Studying Ribonucleotide Incorporation: Strand-specific Detection of Ribonucleotides in the Yeast Genome and Measuring Ribonucleotide-induced Mutagenesis.

Abstract

The presence of ribonucleotides in nuclear DNA has been shown to be a source of genomic instability. The extent of ribonucleotide incorporation can be assessed by alkaline hydrolysis and gel electrophoresis as RNA is highly susceptible to hydrolysis in alkaline conditions. This, in combination with Southern blot analysis can be used to determine the location and strand into which the ribonucleotides have been incorporated. However, this procedure is only semi-quantitative and may not be sensitive enough to detect small changes in ribonucleotide content, although strand-specific Southern blot probing improves the sensitivity.
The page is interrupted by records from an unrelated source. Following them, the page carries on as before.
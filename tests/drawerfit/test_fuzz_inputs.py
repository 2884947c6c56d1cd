"""Hostile request and circuit files: Hypothesis-made TOML through the real CLI.

`drawerfit analyse FILE --json` and `drawerfit design FILE --json` are run in-process
(Click's runner on ``drawerfit.cli.cli``) on files made by mutating a good circuit or
request: wrong types, huge numbers, nan/inf, zero and negative values, unknown keys and
roles, malformed values, broken TOML, a BOM, latin-1 or UTF-16 bytes, empty files.

Every outcome is either exit 0 with JSON on stdout, or exit 2 with one
``drawerfit: FILE...`` line per problem on stderr (naming the key when one is at fault),
never exit 1 and never a traceback; the store's full contents (``Store.dump()``) are the
same after every run.  The plain tests at the end pin the bugs the fuzzing found.
"""

from __future__ import annotations

import json
import os
import re

import pytest
from click.testing import CliRunner
from hypothesis import HealthCheck, given, settings
from hypothesis import strategies as st

from drawerfit.cli import cli
from inventory.store import open_store
from tests.encodings import encode_as

#: Examples per run; DRAWERFIT_FUZZ_EXAMPLES raises it for a long hunt.
FUZZ_EXAMPLES = int(os.environ.get("DRAWERFIT_FUZZ_EXAMPLES", "150"))

STOCK = """kind,value,qty,location,hfe_min,hfe_max,ft,cob,vceo,ic_max,pd
resistor,1k0,10,A1,,,,,,,
resistor,10k,10,A2,,,,,,,
resistor,47k,10,A3,,,,,,,
capacitor,1u,10,B1,,,,,,,
capacitor,10u,10,B2,,,,,,,
npn,GP-N1,5,C1,100,300,250M,4p,40,0.1,0.5
"""

# A good circuit, one key per line so that a mutation replaces exactly one value.
CIRCUIT = {
    "": [("topology", '"ce"'), ("supply_v", "12.0"), ("load_ohm", '"10k"'),
         ("source_ohm", '"600"'), ("gain_db", "20.0"), ("f_low_max_hz", "50"),
         ("temp_c", "[0, 50]")],
    "parts": [("R1", '"47k"'), ("R2", '"10k"'), ("RC", '"4k7"'), ("RE", '"220"'),
              ("RE_BYP", '"820"'), ("C_BYP", '"47u"'), ("C_IN", '"1u"'), ("C_OUT", '"1u"')],
    "transistor": [("hfe_min", "100"), ("hfe_max", "300"), ("ft", '"250M"'), ("cob", '"4p"')],
    "tolerances": [("R1", '"1%"')],
}
# A good request that the tiny store can answer quickly.
REQUEST = {
    "": [("topology", '"cc"'), ("supply_v", "12.0"), ("load_ohm", '"10k"'),
         ("source_ohm", '"600"'), ("gain", "0.9"), ("gain_tol_db", "2.0"),
         ("f_low_max_hz", "100")],
}

# Hostile TOML values (as written in the file).
HOSTILE = ['"abc"', '"4k7k"', '""', '" "', '"=1+1"', '"+SUM(A1)"', '"@x"', "true", "false",
           "[1, 2]", "[]", "[[1], [2]]", "{a = 1}", "{}", "1e308", "-1e308", "1e400", "-1e400",
           "nan", "+nan", "-nan", "inf", "-inf", '"nan"', '"inf"', '"1e999"', "0", "-0", "0.0",
           "-1", "-12.5", "1e-300", "5e-324", "2.5", "9999999999999999999",
           "-9223372036854775808", "0x10", "1979-05-27", "07:32:00", "1979-05-27T07:32:00Z",
           '"1k\\n2k"', '"\\u2028"', '"\\u0000"', '"ce"', '"cc"', '"xx"', '"any"', '"GP-N1"',
           '"#1"', '"#4"', '"#6"', '"#0"', '"#99999999999999999999"', '"4k7"', '"100n"',
           '"1%"', '"0%"', '"150%"', '"250M"', '"4p"', '"12V"', '"12 kV"', '"1 MEG"',
           '"１２"', '"٣"', '"½"', '"µ"', '"10kΩ"', "[50, 0]", "[0, 50, 100]", '["a", "b"]',
           "[nan, 1]", "[-100, 500]", "1", "12", "100", "1000"]
UNKNOWN_KEYS = ["bogus", "Supply_V", "supply-v", "RX", "R 1", "Q", "C_B", "parts", "label",
                "polarity", "vbe", "builds", "seed", "yield_samples", "min_yield_pct",
                "mains", "allow_combos", "transistor", "tolerances", "input_vpk",
                "thd_max_pct", "zin_min_ohm", "ic_drift_max_pct", "mid_hz",
                "f_high_min_hz", "gain", "gain_db", "temp_c"]
# Values for added keys that stay cheap to evaluate (no huge Monte Carlo runs).
SAFE_FOR = {"yield_samples": ["0", "-1", "2.5", "nan", '"x"', "[1]", "20"],
            "builds": ["0", "-1", "2.5", "1e400", '"2"', "true", "3"]}


def _render(doc: dict[str, list[tuple[str, str]]]) -> str:
    out = []
    for table, items in doc.items():
        if table:
            out.append(f"[{table}]")
        out += [f"{k} = {v}" for k, v in items]
    return "\n".join(out) + "\n"


@st.composite
def toml_files(draw, base: dict) -> bytes:
    """A good file with a few hostile edits, maybe mangled at the byte level."""
    doc = {t: list(items) for t, items in base.items()}
    tables = list(doc)
    for _ in range(draw(st.integers(0, 3))):
        table = draw(st.sampled_from(tables))
        items = doc[table]
        op = draw(st.sampled_from(["value", "value", "value", "drop", "add", "dup"]))
        if op == "value" and items:
            i = draw(st.integers(0, len(items) - 1))
            items[i] = (items[i][0], draw(st.sampled_from(HOSTILE)))
        elif op == "drop" and items:
            items.pop(draw(st.integers(0, len(items) - 1)))
        elif op == "add":
            key = draw(st.sampled_from(UNKNOWN_KEYS))
            if any(k == key for k, _ in items) or key in doc:
                continue
            value = draw(st.sampled_from(SAFE_FOR.get(key, HOSTILE)))
            items.append((key if re.fullmatch(r"[A-Za-z0-9_-]+", key) else f'"{key}"', value))
        elif op == "dup" and items:     # a repeated key: invalid TOML
            items.append(items[draw(st.integers(0, len(items) - 1))])
    text = _render(doc)
    mangle = draw(st.sampled_from(["none"] * 12 + ["bom", "latin1", "utf16", "truncate", "junk",
                                                   "empty", "crlf", "nul"]))
    if mangle == "truncate":
        text = text[: draw(st.integers(0, len(text)))]
    elif mangle == "junk":
        at = draw(st.integers(0, len(text)))
        text = text[:at] + draw(st.sampled_from(['"', "[", "=", "]]", "\x00", "é", "\\", "'''",
                                                 "x = 1\nx = 2\n"])) + text[at:]
    elif mangle == "empty":
        text = draw(st.sampled_from(["", "\n", "   \n\t\n", "# only a comment\n"]))
    elif mangle == "crlf":
        text = text.replace("\n", "\r\n")
    elif mangle == "nul":
        text = "\x00" + text
    return encode_as(text, mangle, "# Kühlschrank\n")


def _no_nan(word: str):
    raise AssertionError(f"{word} in the JSON output (not valid JSON)")


def _check_outcome(result, path, seen: dict) -> None:
    """Exit 0 with JSON, or exit 2 with one `drawerfit: FILE` line per problem."""
    assert result.exit_code in (0, 2), (result.exit_code, result.output, result.exception)
    assert "Traceback" not in result.stderr and "Traceback" not in result.stdout
    if result.exit_code == 0:
        seen["ok"] += 1
        json.loads(result.stdout, parse_constant=_no_nan)   # the shape is tested elsewhere
        return
    seen["refused"] += 1
    lines = result.stderr.strip("\n").split("\n")
    assert lines and all(line.startswith(f"drawerfit: {path}") for line in lines), lines
    assert result.stdout == "", result.stdout


@pytest.fixture(scope="module")
def tiny_store(tmp_path_factory):
    tmp = tmp_path_factory.mktemp("fuzz_inputs")
    db = str(tmp / "stock.sqlite")
    csv = tmp / "stock.csv"
    csv.write_text(STOCK)
    store = open_store(db)
    store.import_csv(csv)
    yield tmp, db, store
    store.close()


def test_hostile_circuit_files_through_analyse(tiny_store, record_property):
    """`analyse FILE --json`: exit 0 or 2 (one line per problem), never 1, store unchanged."""
    tmp, db, store = tiny_store
    runner = CliRunner()
    seen = {"ok": 0, "refused": 0}
    before = store.dump()

    @settings(max_examples=FUZZ_EXAMPLES, deadline=None, database=None,
              suppress_health_check=[HealthCheck.too_slow, HealthCheck.data_too_large])
    @given(data=toml_files(CIRCUIT))
    def check(data: bytes) -> None:
        path = tmp / "circuit.toml"
        path.write_bytes(data)
        result = runner.invoke(cli, ["--db", db, "analyse", str(path), "--json"])
        _check_outcome(result, path, seen)
        assert store.dump() == before

    check()
    record_property("fuzzed", seen)              # figures for the closing note (--junitxml)
    # both outcomes must have been exercised, or the fuzzer proved nothing
    assert seen["refused"] > 0 and seen["ok"] > 0, seen


def test_hostile_request_files_through_design(tiny_store, record_property):
    """`design FILE --json` against a tiny store: the same promises."""
    tmp, db, store = tiny_store
    runner = CliRunner()
    seen = {"ok": 0, "refused": 0}
    before = store.dump()

    @settings(max_examples=max(8, FUZZ_EXAMPLES // 5), deadline=None, database=None,
              suppress_health_check=[HealthCheck.too_slow, HealthCheck.data_too_large])
    @given(data=toml_files(REQUEST))
    def check(data: bytes) -> None:
        path = tmp / "request.toml"
        path.write_bytes(data)
        result = runner.invoke(cli, ["--db", db, "design", str(path), "--json", "--top", "1"])
        _check_outcome(result, path, seen)
        assert store.dump() == before

    check()
    record_property("fuzzed", seen)
    assert seen["refused"] > 0, seen


# ------------------------------------------------------------------ pinned findings

GOOD_CIRCUIT = _render(CIRCUIT)


def _analyse(tmp_path, text: str | bytes, db: str | None = None):
    p = tmp_path / "c.toml"
    p.write_bytes(text if isinstance(text, bytes) else text.encode())
    r = CliRunner().invoke(cli, ["--db", db or str(tmp_path / "s.db"), "analyse", str(p),
                                 "--json"])
    return r, p


def _one_problem(r, p, field: str | None = None) -> str:
    assert r.exit_code == 2, (r.output, r.exception)
    lines = r.stderr.strip("\n").split("\n")
    assert len(lines) == 1 and lines[0].startswith(f"drawerfit: {p}"), lines
    if field:
        assert f" {field}: " in lines[0], lines
    return lines[0]


def test_valid_circuit_exits_0(tmp_path):
    r, _ = _analyse(tmp_path, GOOD_CIRCUIT)
    assert r.exit_code == 0, r.output
    assert json.loads(r.stdout)["design"]["parts"]["R1"]["value"] == 47000.0


def test_bom_is_accepted(tmp_path):
    r, _ = _analyse(tmp_path, b"\xef\xbb\xbf" + GOOD_CIRCUIT.encode())
    assert r.exit_code == 0, r.output


@pytest.mark.parametrize("data", [GOOD_CIRCUIT.replace("[parts]", "# Kühl\n[parts]")
                                  .encode("latin-1"), GOOD_CIRCUIT.encode("utf-16")])
def test_not_utf8_is_one_line_not_a_traceback(tmp_path, data):
    r, p = _analyse(tmp_path, data)
    assert "not UTF-8" in _one_problem(r, p)


def test_a_directory_is_one_drawerfit_line(tmp_path):
    r = CliRunner().invoke(cli, ["--db", str(tmp_path / "s.db"), "analyse", str(tmp_path)])
    assert r.exit_code == 2 and r.stderr.startswith(f"drawerfit: {tmp_path}:"), r.output


@pytest.mark.parametrize("old, new, field", [
    ('R2 = "10k"', 'R2 = "1k\\n2k"', "parts.R2"),                   # line break in the value
    ('supply_v = 12.0', 'supply_v = "1\\r2"', "supply_v"),
    ('R2 = "10k"', 'R2 = "#99999999999999999999"', "parts.R2"),    # id beyond the store's ints
    ("hfe_max = 300", "hfe_max = 300\nhfe_typ = 1000", "transistor.hfe_typ"),
    ("hfe_max = 300", 'hfe_max = 300\nlabel = ""', "transistor.label"),
    ("hfe_max = 300", "hfe_max = 300\nlabel = [1]", "transistor.label"),
    ("hfe_min = 100", "hfe_min = nan", "transistor.hfe_min"),
])
def test_found_by_fuzzing(tmp_path, old, new, field):
    assert old in GOOD_CIRCUIT
    r, p = _analyse(tmp_path, GOOD_CIRCUIT.replace(old, new))
    line = _one_problem(r, p, field)
    if "nan" in new:
        assert "finite" in line


def test_nan_messages_say_finite(tmp_path):
    r, p = _analyse(tmp_path, GOOD_CIRCUIT.replace("hfe_min = 100", "hfe_min = nan"))
    assert "out of range" not in _one_problem(r, p)


@pytest.fixture
def design_store(tmp_path):
    db = str(tmp_path / "s.sqlite")
    csv = tmp_path / "stock.csv"
    csv.write_text(STOCK)
    s = open_store(db)
    s.import_csv(csv)
    s.close()
    return db


def _design(tmp_path, db, text):
    p = tmp_path / "req.toml"
    p.write_text(text)
    return CliRunner().invoke(cli, ["--db", db, "design", str(p), "--json", "--top", "1"]), p


@pytest.mark.parametrize("extra, field", [
    ('transistor = "NOPE"', "transistor"),                 # the file was not named
    ("[transistor]\nhfe_min = 100\nhfe_max = 300", "transistor"),   # "'inline' not in stock"
    ("load_ohm = 1e-300", "load_ohm"),
    ("source_ohm = 1e300", "source_ohm"),
])
def test_design_refusals_name_the_file(tmp_path, design_store, extra, field):
    text = 'topology = "cb"\nsupply_v = 12\ngain = 5\n' + extra + "\n"
    r, p = _design(tmp_path, design_store, text)
    _one_problem(r, p, field)


def test_common_base_with_extreme_load_and_source_is_refused_not_a_crash(tmp_path,
                                                                            design_store):
    # was a math domain error (log10 of a ratio that underflowed to 0) in the request check
    text = ('topology = "cb"\nsupply_v = 12\nload_ohm = 1e-300\nsource_ohm = 1e300\n'
            "gain = 5\n")
    r, p = _design(tmp_path, design_store, text)
    # both bad keys are reported, one line each
    assert r.exit_code == 2, (r.output, r.exception)
    lines = r.stderr.strip("\n").split("\n")
    assert len(lines) == 2 and all(x.startswith(f"drawerfit: {p}") for x in lines), lines
    assert ": load_ohm: " in lines[0] and ": source_ohm: " in lines[1]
As a measure of one of the most striking biological consequences of ribonucleotides in DNA, spontaneous mutagenesis can be analyzed using a forward mutation assay. Using appropriate reporter genes, rare mutations that results in the loss of function can be selected and overall and specific mutation rates can be measured by combining data from fluctuation experiments with DNA sequencing of the reporter gene. The fluctuation assay is applicable to examine a wide variety of mutagenic processes in specific genetic background or growth conditions.